• THE PROBLEM
Beneath this line are the data; copy exactly the part of them that opens with the line containing "an inner word" and closes with the line containing "it('gives the same", and only that part.

Start of Block

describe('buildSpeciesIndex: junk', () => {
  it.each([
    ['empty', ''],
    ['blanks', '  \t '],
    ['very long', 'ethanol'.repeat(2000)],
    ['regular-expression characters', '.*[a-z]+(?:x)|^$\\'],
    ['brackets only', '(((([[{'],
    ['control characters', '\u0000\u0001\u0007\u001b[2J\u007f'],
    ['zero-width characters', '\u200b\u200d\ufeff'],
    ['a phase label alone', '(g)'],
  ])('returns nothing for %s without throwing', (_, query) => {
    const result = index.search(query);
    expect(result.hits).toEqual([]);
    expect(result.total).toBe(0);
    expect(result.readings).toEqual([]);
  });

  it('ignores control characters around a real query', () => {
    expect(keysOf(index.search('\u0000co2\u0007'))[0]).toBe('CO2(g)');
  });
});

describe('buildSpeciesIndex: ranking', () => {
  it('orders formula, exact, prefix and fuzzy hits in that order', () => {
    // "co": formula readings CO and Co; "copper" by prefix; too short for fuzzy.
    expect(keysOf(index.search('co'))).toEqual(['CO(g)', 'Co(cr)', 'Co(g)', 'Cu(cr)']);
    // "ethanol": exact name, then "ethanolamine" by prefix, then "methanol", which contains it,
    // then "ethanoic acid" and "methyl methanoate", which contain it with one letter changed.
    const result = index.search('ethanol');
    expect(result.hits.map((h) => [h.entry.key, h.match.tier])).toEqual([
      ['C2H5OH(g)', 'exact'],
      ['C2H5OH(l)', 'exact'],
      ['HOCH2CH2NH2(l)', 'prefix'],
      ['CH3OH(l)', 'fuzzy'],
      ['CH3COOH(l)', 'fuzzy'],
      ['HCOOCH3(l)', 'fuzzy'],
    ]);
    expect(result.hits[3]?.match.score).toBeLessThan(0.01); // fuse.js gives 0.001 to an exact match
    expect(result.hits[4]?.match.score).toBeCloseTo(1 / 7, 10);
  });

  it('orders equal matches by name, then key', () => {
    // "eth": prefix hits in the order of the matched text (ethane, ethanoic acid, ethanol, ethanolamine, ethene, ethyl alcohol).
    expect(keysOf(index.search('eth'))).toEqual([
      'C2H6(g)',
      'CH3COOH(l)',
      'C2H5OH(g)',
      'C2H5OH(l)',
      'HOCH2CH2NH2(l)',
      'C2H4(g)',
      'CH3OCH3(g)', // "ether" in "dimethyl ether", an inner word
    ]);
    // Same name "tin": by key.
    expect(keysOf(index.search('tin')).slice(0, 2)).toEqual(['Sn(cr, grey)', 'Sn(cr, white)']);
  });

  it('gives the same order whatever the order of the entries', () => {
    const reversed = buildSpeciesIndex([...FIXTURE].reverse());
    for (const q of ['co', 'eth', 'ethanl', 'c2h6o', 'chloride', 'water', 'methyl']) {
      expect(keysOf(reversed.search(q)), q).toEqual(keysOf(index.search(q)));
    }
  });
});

End of Block

• RESPONSE BOX
      'CH3OCH3(g)', // "ether" in "dimethyl ether", an inner word
    ]);
    // Same name "tin": by key.
    expect(keysOf(index.search('tin')).slice(0, 2)).toEqual(['Sn(cr, grey)', 'Sn(cr, white)']);
  });

  it('gives the same order whatever the order of the entries', () => {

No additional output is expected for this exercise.